Task details ▸
Look through the material below and copy every line containing the word "readonly".
Recorded data section start
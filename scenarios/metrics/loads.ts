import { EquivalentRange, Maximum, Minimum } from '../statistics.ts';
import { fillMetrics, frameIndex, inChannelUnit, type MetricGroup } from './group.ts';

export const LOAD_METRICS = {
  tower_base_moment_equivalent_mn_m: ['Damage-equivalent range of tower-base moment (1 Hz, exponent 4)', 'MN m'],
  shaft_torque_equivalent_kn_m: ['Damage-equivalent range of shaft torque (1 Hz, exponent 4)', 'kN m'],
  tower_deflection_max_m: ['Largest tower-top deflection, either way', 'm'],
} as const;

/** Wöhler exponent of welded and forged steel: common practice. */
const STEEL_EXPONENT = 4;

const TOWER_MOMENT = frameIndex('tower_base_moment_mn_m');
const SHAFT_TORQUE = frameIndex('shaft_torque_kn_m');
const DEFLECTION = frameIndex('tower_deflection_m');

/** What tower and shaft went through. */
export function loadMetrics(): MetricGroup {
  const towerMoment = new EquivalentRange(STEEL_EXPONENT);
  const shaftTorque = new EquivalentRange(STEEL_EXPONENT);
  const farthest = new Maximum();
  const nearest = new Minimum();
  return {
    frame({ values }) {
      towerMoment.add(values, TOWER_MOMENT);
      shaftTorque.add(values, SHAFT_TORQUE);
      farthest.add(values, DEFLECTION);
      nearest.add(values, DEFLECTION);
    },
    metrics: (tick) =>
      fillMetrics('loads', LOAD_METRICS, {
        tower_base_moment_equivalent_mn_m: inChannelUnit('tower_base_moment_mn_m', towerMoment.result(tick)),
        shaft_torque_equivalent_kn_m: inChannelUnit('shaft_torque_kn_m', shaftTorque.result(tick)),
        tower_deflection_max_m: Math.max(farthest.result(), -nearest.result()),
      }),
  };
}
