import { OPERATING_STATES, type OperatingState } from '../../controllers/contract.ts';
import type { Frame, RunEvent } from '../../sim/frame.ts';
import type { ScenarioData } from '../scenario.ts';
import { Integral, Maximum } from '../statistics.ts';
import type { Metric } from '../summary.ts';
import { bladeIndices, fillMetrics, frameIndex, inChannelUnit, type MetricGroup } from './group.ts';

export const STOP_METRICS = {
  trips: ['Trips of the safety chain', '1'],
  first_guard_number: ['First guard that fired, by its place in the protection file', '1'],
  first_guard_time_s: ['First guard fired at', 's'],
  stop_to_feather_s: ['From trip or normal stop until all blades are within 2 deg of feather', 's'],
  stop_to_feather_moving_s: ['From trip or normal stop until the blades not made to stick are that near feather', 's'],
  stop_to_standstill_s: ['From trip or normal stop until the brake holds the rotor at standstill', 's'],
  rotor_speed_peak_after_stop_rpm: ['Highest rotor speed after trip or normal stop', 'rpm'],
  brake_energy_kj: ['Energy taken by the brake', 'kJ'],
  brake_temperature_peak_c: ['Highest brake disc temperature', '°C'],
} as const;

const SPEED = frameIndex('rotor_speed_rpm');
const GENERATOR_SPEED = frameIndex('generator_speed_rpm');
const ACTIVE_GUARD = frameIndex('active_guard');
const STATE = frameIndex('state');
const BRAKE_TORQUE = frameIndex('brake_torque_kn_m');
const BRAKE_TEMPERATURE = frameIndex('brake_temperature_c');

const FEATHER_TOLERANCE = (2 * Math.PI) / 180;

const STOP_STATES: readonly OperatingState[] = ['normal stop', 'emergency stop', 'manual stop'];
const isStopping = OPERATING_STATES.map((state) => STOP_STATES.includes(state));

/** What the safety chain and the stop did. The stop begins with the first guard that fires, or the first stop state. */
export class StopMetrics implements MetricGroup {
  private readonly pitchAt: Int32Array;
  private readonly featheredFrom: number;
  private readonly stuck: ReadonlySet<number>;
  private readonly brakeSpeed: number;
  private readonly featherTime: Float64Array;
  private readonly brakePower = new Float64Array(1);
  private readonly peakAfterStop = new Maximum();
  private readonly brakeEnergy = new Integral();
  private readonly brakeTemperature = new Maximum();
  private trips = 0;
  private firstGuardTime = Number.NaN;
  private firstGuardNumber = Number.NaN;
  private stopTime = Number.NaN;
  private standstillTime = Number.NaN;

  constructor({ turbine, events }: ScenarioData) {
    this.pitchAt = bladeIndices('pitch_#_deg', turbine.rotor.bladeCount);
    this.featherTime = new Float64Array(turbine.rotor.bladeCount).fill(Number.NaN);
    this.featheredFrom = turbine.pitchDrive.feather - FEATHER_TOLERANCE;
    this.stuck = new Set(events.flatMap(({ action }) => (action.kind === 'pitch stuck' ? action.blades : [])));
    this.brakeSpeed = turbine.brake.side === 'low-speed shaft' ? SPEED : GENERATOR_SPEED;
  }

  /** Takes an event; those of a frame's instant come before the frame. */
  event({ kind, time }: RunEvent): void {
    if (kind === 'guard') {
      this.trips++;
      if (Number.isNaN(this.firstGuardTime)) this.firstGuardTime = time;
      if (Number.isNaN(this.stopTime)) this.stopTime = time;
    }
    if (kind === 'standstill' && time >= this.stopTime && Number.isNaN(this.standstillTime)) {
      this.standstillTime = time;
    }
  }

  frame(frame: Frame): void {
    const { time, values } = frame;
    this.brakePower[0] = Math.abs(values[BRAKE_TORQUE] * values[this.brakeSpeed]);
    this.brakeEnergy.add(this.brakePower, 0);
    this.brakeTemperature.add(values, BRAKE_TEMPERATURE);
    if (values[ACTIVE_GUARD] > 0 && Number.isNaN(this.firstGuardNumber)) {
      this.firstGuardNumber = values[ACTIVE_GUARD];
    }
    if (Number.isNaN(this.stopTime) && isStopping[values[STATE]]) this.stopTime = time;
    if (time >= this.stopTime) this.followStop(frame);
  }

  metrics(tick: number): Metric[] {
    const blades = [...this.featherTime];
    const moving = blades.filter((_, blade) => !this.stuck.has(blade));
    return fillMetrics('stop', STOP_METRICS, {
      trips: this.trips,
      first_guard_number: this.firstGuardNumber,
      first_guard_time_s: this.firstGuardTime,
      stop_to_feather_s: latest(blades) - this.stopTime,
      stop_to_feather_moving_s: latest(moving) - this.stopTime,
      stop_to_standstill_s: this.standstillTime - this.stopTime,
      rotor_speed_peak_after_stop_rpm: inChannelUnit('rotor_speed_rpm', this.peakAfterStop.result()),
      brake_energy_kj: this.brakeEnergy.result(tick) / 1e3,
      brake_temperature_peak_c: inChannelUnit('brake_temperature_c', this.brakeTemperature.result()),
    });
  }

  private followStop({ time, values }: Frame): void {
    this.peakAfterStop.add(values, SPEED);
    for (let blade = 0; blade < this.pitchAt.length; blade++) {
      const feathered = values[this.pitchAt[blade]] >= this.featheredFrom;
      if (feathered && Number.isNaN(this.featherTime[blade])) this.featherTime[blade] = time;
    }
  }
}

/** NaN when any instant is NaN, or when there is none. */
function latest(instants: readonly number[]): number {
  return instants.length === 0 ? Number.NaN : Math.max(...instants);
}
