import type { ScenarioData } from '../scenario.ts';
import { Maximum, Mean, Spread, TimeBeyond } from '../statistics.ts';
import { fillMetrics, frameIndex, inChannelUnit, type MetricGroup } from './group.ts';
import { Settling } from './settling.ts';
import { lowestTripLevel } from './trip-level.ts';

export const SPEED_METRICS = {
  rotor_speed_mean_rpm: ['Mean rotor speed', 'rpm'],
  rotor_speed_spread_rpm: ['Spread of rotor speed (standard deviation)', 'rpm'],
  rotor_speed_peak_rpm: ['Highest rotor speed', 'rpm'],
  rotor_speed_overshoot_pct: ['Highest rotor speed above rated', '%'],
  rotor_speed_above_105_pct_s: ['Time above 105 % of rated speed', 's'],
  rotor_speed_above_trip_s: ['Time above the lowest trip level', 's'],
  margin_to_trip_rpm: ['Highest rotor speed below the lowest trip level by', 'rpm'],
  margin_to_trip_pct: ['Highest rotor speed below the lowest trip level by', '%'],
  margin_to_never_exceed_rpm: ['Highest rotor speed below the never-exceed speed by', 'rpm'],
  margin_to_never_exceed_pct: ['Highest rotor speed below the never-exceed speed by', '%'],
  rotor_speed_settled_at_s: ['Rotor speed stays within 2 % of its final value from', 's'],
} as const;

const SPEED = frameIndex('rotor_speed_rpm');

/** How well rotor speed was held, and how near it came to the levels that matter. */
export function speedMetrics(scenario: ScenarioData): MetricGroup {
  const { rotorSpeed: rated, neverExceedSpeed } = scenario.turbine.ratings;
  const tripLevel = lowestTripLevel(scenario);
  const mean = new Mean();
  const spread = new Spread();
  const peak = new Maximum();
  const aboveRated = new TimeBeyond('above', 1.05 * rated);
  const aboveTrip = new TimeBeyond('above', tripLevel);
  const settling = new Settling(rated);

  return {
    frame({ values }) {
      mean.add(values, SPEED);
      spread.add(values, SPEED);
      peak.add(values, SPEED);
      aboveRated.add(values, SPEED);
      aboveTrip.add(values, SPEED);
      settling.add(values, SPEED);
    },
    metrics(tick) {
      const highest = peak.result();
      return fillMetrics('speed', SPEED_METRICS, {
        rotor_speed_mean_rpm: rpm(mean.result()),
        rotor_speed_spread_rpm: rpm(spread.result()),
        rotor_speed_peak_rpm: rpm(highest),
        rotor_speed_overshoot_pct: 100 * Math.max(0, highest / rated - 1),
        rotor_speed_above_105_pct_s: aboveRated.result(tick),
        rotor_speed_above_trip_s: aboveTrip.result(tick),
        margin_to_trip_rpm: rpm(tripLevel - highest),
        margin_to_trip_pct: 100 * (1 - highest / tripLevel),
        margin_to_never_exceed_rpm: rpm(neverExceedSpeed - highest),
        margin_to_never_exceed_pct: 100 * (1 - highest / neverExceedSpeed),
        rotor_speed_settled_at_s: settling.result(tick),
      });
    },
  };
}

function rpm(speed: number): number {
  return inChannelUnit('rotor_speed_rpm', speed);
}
Recorded data section end
Solution below ▸
const STOP_STATES: readonly OperatingState[] = ['normal stop', 'emergency stop', 'manual stop'];
  private readonly pitchAt: Int32Array;
  private readonly featheredFrom: number;
  private readonly stuck: ReadonlySet<number>;
  private readonly brakeSpeed: number;
  private readonly featherTime: Float64Array;
  private readonly brakePower = new Float64Array(1);
  private readonly peakAfterStop = new Maximum();
  private readonly brakeEnergy = new Integral();
  private readonly brakeTemperature = new Maximum();
function latest(instants: readonly number[]): number {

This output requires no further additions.